Dem Versuch stehe der Umstand gegenüber, dass aus technischen und Sicherheits-aspekten immer auch entsprechende Abstände und gesetzliche Vorgaben berücksichtigt werden müssten, erläutert die Sprecherin weiter.
Zusätzlich zum Platz für die Bahnanlagen würden für die Bauzeit auch Flächen für die Baustraßen und die Einrichtung der Baustellen benötigt. Diese nur temporär gebrauchten Bereiche würden nach Ende der Baumaßnahme wieder bepflanzt. Alle dauerhaften Eingriffe in die Natur müssen ausgeglichen werden – die „umfangreiche“Kompensation erfolge gemäß den Regelungen des Bundesnaturschutzgesetzes. Die Deutsche Bahn befinde sich dazu in enger Abstimmung mit den zuständigen Behörden.
Als Ausgleich für die „Gehölzverluste“würden zum einen Gehölzstreifen entlang des neuen dritten Gleises gepflanzt. Darüber hinaus würden verschiedene weitere Flächen für die Kompensation genutzt.

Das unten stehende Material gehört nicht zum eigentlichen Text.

"""Wavelengths as they come in from outside, checked against the range of a table or formula."""

import numpy as np
from numpy.typing import ArrayLike

from skychart.errors import InputError


def checked_wavelength(wavelength_nm: ArrayLike, lowest_nm: float, highest_nm: float) -> np.ndarray:
    """`wavelength_nm` [nm] as an array of its own shape; InputError names the first one outside the range."""
    wavelength = np.asarray(wavelength_nm, dtype=float)
    outside = ~((wavelength >= lowest_nm) & (wavelength <= highest_nm))
    if outside.any():
        raise InputError(f"wavelength is {wavelength[outside][0]:g} nm, accepted is {lowest_nm:g} to {highest_nm:g} nm")
    return wavelength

Der Dinslaken betreffende Ersatz ist im Bereich Grafschaft durch naturnahe Waldumbaumaßnahmen und in Hiesfeld durch zwei Waldaufforstungen vorgesehen. Darüber hinaus ist der Ausgleich in einer anderen Stadt geplant, die nicht einmal Anrainer-kommune der Betuwe-strecke ist: Im Moerser Stadtteil Vinn soll ein Biotopkomplex aus Streuobstwiese, Extensivgrünland, Hecken und Baumreihen angelegt werden.
Ausgleichsmaßnahmen einigermaßen weit entfernt von den Rodungen gibt es auch für die Eingriffe in Voerde. Neben der Pflanzung einer Baumreihe an der Mehrstraße zwischen Spellen und Stockum sollen mehrere Aufforstungen und naturnahe Waldumbaumaßnahmen in den Wäldern zwischen Voerde und Hünxe erfolgen – und zwar in den Gemarkungen Bruckhausen, Bucholtwelmen und Hünxe.
Ausgleichsflächen würden in dem Maße angelegt, in dem die Deutsche Bahn für den Bau von Strecken Fläche „benötigt und verbaut oder versiegelt“, erklärt das Unternehmen. Dieser Anteil müsse an anderer Stelle als Naturfläche oder Ausgleichsfläche entstehen – nicht zwingend in derselben Kommune. Die Maßnahme müsse im gleichen Naturraum wie das Vorhaben liegen. Aus Akzeptanzgründen jedoch sei die Kompensation möglichst in der vom Eingriff betroffenen Kommune, mindestens aber im gleichen Landkreis zu verorten, führt die Bahnsprecherin weiter aus.
Zu den bestehenden, parallel zur Betuwe-strecke verlaufenden Fußund Radwegen erklärt sie, dass diese womöglich für die Zeit der Bauarbeiten genutzt werden. Darüber will die Deutsche Bahn gesondert informieren.
Die Baustraßen würden nach Abschluss der Arbeiten wieder zurückgebaut. Bestehende Seitenwege wie etwa der zwischen der Schwanenstraße und der Prinzenstraße in Voerde würden um wenige Meter verlegt und könnten nach Fertigstellung der Baumaßnahmen wieder für den Fuß- und Radverkehr genutzt werden.